# [Required work]
In the listing below, find every line with the string "window" and pull it out.

# [Information shown]
-----
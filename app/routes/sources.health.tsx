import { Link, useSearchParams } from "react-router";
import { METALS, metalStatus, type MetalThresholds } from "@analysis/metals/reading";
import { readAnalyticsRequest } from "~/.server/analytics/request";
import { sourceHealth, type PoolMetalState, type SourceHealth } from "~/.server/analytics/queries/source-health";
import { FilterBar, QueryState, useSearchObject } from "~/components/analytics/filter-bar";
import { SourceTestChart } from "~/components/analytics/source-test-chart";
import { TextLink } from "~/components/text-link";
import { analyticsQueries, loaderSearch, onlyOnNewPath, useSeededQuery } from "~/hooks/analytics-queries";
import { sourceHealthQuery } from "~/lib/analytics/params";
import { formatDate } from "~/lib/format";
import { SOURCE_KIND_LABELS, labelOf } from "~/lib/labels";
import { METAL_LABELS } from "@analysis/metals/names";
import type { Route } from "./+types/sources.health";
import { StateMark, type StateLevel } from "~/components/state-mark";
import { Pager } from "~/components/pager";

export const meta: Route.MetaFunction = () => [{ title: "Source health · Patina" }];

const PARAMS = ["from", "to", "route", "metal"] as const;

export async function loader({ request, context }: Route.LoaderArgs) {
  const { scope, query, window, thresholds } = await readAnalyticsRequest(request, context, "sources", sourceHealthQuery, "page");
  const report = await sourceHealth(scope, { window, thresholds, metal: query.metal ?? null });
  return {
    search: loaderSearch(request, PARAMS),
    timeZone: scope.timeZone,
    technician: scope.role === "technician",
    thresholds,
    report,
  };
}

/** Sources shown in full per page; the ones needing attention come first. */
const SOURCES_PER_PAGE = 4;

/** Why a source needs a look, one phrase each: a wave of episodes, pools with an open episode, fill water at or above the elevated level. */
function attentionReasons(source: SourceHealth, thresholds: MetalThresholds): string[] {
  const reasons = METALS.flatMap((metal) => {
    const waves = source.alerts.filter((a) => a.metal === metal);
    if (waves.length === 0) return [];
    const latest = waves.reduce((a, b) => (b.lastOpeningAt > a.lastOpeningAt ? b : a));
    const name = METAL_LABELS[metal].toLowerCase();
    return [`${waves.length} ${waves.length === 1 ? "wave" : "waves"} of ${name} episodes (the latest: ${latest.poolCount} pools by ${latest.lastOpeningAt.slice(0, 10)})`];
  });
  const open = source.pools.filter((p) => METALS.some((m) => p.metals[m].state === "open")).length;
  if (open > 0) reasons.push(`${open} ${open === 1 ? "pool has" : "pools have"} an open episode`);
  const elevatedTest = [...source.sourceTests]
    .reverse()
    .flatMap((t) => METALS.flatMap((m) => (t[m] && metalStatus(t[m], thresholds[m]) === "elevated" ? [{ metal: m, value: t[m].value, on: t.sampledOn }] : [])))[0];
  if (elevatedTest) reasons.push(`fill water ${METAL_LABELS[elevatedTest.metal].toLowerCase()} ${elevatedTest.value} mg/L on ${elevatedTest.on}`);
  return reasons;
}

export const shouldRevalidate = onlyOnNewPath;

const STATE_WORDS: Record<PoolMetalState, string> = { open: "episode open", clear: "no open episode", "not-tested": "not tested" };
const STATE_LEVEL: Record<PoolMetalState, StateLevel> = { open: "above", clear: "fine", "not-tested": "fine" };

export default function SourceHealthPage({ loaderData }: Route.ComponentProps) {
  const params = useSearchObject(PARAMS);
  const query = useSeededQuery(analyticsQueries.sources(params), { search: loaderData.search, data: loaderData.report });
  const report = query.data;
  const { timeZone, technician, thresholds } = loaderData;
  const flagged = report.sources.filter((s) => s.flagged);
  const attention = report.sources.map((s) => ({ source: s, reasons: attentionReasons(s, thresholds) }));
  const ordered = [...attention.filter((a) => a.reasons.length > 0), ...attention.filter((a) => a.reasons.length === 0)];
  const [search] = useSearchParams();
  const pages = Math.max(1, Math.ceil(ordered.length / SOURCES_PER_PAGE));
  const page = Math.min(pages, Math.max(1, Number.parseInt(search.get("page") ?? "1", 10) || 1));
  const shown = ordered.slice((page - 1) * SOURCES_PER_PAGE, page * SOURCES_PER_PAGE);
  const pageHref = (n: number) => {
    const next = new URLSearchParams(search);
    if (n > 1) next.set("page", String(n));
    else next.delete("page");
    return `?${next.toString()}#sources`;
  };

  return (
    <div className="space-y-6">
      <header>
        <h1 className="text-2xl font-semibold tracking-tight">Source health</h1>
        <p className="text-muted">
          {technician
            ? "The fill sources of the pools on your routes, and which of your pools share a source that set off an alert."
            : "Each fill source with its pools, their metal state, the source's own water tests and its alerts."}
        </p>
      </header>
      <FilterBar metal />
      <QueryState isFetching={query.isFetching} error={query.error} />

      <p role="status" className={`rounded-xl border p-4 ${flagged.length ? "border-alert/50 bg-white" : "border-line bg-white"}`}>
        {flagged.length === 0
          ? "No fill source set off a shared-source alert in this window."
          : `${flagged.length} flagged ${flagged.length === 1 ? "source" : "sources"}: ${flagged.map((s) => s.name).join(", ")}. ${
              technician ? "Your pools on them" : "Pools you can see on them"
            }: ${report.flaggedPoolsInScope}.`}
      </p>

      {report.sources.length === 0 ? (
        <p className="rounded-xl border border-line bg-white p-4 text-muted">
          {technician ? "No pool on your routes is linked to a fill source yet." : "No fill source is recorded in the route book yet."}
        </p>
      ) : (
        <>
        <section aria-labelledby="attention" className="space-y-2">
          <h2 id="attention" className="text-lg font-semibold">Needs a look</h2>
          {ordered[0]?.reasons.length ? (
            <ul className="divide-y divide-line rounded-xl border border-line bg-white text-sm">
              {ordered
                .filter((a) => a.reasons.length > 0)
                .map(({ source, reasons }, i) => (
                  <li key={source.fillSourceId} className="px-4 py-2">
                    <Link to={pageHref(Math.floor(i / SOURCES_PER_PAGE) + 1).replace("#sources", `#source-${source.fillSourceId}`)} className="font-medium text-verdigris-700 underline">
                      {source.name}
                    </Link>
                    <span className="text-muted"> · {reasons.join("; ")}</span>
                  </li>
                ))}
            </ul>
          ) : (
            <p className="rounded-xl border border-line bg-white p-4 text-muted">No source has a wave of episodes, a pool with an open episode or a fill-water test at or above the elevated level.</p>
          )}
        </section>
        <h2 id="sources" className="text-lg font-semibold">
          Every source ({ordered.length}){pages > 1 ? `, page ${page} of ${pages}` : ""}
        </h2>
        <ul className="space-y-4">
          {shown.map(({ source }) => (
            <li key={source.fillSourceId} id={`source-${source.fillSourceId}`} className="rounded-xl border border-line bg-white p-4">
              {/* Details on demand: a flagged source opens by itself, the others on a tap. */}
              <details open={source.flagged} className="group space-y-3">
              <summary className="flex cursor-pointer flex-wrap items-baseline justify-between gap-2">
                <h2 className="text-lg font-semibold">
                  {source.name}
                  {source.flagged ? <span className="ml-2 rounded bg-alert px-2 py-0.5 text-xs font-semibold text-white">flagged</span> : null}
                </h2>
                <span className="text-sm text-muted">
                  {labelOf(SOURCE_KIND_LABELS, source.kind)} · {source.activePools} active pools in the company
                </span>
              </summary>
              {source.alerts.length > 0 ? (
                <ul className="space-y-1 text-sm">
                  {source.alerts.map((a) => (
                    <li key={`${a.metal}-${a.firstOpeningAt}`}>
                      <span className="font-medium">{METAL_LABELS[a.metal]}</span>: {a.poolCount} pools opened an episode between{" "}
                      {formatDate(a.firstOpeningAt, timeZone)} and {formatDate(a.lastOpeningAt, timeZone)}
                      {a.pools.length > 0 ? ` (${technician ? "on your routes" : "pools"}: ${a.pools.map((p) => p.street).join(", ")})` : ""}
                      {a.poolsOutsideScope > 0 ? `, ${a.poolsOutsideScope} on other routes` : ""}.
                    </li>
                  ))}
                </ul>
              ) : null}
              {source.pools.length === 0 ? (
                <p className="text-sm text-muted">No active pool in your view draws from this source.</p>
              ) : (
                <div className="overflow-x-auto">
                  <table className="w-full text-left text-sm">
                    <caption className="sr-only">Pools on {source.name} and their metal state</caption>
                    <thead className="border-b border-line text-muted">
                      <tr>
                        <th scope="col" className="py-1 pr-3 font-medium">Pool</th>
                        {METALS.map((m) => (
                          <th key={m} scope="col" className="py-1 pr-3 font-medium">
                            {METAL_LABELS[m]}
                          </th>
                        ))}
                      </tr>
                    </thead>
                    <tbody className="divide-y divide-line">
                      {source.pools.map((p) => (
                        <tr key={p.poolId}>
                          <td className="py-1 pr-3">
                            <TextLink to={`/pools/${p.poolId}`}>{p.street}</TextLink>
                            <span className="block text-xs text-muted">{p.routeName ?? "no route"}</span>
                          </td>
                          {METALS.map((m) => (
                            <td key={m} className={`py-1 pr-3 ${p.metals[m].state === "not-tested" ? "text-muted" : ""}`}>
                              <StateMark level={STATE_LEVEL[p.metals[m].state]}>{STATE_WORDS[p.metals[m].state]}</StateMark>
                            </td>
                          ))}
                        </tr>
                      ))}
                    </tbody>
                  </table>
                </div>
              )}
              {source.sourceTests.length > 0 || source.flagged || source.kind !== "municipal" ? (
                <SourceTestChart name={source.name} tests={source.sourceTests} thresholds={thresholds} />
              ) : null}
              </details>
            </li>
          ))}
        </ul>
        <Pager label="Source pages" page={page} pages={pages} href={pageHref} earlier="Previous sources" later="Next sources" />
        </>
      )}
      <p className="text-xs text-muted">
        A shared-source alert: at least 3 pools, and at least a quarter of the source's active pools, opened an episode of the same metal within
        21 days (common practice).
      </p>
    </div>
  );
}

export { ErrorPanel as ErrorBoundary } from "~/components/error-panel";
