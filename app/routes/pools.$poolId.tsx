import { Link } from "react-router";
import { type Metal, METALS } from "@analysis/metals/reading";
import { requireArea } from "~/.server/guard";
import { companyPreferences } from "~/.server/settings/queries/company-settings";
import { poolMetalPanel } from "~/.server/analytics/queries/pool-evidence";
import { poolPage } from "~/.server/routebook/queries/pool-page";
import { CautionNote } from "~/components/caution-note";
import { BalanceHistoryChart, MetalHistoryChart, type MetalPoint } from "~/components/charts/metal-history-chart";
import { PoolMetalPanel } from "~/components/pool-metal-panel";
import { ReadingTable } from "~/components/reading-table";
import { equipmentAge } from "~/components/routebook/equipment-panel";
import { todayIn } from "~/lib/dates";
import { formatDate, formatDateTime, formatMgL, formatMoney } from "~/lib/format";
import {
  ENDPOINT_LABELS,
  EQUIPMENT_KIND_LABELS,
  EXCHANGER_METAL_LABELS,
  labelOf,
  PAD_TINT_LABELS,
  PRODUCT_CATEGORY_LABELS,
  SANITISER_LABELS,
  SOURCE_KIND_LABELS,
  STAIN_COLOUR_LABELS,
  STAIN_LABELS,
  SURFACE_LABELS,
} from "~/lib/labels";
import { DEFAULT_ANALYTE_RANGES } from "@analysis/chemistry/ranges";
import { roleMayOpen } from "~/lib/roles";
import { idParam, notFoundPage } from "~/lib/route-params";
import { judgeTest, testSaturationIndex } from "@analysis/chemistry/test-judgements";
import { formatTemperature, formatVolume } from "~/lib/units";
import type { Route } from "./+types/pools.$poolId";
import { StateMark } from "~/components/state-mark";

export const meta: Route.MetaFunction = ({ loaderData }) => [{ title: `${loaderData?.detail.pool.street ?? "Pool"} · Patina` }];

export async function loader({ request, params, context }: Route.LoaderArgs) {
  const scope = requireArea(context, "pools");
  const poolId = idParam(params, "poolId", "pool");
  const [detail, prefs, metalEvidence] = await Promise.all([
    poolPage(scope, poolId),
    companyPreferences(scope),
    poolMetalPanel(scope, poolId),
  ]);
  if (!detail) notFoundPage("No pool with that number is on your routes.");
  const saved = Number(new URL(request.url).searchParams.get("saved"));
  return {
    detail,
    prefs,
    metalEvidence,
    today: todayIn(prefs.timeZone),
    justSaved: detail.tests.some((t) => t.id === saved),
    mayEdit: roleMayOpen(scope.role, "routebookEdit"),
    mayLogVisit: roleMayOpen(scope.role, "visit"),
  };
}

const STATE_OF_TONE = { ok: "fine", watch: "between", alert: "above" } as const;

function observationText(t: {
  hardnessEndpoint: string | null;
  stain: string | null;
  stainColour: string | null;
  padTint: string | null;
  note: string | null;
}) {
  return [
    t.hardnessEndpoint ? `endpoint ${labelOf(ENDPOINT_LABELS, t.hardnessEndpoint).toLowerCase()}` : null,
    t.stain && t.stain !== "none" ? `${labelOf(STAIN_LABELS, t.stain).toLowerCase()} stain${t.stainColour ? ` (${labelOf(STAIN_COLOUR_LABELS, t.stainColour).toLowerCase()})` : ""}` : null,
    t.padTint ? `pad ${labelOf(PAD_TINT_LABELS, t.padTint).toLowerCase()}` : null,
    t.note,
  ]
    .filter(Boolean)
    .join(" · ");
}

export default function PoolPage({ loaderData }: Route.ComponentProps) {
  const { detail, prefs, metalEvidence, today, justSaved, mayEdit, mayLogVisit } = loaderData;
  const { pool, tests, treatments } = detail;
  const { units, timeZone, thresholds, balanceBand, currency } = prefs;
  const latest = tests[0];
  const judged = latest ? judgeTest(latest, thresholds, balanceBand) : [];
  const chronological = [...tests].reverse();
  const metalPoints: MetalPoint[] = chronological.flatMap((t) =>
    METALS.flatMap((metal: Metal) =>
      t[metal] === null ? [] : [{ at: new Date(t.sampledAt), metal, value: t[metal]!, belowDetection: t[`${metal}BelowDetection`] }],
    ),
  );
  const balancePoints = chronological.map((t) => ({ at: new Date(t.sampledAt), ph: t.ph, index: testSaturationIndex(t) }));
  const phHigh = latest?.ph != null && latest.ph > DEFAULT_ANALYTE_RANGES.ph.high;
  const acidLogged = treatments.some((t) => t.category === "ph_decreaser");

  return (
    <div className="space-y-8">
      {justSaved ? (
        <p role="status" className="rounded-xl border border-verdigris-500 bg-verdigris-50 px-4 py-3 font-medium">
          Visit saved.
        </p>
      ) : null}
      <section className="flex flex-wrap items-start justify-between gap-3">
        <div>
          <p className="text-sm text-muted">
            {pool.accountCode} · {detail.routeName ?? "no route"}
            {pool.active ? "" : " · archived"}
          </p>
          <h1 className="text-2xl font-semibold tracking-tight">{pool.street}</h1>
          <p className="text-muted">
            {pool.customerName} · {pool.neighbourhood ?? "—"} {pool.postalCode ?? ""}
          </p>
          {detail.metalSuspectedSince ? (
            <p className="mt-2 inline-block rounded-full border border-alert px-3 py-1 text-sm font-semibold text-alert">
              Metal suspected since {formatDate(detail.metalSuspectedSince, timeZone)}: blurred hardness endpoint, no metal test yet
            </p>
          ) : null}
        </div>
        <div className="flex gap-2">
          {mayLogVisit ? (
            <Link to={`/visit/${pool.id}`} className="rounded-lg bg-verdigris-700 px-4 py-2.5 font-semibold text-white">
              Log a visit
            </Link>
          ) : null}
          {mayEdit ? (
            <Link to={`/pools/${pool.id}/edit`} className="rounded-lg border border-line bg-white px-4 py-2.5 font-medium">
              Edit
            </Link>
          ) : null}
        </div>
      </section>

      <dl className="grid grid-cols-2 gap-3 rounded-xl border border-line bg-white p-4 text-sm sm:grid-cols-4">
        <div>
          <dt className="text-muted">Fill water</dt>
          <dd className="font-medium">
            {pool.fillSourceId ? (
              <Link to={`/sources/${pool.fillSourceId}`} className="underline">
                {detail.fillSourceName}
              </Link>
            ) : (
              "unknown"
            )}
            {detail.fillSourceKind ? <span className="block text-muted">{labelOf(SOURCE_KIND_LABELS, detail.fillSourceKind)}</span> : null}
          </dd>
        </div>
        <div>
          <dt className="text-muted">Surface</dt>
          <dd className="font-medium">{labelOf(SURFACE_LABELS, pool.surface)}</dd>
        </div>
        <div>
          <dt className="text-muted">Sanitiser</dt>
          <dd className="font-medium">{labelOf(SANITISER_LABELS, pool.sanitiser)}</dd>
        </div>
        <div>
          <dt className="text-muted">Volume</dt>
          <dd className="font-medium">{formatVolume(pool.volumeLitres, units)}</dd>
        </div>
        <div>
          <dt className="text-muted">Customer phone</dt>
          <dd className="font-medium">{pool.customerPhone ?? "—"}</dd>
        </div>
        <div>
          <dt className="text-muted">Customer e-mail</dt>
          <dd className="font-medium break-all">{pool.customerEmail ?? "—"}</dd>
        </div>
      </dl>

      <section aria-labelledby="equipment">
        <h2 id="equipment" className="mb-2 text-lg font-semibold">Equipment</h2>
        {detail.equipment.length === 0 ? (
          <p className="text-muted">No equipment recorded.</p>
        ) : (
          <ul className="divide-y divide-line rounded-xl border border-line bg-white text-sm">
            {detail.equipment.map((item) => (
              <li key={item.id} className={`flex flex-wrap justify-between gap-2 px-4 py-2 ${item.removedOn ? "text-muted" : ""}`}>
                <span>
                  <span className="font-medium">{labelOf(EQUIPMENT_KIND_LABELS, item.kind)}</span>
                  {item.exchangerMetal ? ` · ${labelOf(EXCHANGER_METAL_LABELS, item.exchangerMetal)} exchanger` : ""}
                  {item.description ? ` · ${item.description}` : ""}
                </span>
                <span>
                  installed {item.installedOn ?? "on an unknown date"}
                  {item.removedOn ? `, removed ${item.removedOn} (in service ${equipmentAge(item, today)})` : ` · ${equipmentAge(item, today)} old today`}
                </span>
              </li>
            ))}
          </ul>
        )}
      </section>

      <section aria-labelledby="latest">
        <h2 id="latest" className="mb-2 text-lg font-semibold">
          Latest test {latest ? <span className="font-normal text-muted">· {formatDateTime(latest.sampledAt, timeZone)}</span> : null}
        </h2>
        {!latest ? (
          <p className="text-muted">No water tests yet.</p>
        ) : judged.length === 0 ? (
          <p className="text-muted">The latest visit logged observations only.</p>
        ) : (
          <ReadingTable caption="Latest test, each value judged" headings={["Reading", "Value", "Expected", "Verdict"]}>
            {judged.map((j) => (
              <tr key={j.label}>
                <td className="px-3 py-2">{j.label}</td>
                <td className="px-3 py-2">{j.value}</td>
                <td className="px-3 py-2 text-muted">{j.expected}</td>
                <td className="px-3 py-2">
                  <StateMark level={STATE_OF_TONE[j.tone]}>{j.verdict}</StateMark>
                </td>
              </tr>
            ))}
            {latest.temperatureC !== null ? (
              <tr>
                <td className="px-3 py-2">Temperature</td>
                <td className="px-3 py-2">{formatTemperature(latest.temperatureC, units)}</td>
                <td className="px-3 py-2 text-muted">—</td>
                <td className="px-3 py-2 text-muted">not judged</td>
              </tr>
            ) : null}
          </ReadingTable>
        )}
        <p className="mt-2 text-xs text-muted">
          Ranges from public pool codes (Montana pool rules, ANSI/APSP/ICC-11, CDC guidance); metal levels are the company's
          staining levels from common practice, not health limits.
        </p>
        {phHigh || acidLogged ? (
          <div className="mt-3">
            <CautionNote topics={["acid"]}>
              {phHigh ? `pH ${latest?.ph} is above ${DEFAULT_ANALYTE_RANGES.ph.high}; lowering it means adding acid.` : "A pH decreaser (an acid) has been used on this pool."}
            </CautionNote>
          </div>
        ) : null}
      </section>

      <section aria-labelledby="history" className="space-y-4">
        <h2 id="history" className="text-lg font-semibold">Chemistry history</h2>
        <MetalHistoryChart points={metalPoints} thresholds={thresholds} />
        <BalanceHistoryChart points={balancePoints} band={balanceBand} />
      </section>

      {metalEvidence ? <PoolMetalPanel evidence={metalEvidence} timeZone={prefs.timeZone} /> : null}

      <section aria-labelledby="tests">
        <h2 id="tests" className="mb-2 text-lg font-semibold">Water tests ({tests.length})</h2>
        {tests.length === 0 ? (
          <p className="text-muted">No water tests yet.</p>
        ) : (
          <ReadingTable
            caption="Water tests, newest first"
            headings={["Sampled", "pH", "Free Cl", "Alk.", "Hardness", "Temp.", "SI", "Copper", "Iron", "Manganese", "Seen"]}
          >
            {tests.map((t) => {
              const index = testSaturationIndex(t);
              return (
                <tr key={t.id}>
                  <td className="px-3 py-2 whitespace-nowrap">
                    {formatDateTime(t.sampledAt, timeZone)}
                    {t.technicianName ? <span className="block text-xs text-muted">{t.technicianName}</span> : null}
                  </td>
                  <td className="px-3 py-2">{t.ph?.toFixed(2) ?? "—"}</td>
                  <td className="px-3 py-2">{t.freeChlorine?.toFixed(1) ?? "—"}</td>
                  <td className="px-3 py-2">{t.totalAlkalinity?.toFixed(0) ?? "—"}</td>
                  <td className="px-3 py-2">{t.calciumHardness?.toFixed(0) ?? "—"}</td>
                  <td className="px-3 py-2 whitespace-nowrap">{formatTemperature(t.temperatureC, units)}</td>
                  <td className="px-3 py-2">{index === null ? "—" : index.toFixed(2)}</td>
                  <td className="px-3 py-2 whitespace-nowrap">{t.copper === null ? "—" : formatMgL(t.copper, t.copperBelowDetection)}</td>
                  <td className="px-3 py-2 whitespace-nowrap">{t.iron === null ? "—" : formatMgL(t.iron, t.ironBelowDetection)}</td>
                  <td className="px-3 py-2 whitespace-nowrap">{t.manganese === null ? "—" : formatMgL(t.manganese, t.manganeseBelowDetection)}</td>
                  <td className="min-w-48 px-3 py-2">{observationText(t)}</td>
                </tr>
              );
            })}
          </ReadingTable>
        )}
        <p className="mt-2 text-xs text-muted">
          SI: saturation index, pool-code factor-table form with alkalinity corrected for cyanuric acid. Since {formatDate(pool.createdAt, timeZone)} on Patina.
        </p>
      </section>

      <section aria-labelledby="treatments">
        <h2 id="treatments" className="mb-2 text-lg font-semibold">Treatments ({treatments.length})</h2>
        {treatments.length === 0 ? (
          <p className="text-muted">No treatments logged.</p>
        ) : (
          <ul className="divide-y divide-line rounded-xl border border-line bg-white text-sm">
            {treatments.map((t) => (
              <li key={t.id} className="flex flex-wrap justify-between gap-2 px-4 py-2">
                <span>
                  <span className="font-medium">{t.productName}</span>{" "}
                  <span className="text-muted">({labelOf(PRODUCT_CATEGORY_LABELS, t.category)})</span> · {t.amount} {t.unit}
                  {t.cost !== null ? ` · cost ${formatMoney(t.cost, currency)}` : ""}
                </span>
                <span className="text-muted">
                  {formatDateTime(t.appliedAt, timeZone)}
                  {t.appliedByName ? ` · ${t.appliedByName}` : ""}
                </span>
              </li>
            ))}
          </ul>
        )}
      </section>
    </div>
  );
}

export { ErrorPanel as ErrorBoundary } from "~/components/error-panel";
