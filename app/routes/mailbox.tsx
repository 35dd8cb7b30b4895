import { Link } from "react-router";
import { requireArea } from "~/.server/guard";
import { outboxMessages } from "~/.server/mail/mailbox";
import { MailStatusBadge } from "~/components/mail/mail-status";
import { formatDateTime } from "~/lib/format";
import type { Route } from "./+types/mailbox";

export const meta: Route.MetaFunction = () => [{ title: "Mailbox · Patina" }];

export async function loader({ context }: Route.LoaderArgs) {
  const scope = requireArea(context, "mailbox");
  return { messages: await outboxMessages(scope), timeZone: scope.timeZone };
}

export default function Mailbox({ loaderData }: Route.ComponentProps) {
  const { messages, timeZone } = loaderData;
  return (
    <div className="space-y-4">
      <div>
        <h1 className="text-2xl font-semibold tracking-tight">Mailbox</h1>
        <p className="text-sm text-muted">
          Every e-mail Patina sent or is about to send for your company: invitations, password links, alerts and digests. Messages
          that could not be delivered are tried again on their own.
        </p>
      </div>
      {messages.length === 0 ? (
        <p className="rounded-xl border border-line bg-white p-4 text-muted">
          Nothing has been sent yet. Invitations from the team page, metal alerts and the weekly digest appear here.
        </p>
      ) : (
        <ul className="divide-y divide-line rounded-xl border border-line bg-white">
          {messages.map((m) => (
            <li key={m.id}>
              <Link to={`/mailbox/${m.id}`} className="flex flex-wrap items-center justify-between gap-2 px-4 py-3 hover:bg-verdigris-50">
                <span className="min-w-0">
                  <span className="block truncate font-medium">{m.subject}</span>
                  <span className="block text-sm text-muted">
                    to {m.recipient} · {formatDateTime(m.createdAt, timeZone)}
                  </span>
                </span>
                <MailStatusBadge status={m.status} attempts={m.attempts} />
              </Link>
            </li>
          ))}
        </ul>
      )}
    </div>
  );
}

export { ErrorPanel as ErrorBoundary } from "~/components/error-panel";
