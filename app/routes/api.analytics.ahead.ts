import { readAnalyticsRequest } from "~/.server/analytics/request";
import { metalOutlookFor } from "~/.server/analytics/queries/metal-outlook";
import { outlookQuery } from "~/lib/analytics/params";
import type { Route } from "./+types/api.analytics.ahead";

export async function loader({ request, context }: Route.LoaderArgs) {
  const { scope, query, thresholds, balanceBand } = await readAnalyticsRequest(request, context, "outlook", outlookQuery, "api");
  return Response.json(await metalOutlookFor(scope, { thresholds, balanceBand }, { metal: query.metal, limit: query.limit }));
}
-----
# [Result of the task]
  const { scope, query, window, thresholds } = await readAnalyticsRequest(request, context, "sources", sourceHealthQuery, "page");
  const report = await sourceHealth(scope, { window, thresholds, metal: query.metal ?? null });
          ? "No fill source set off a shared-source alert in this window."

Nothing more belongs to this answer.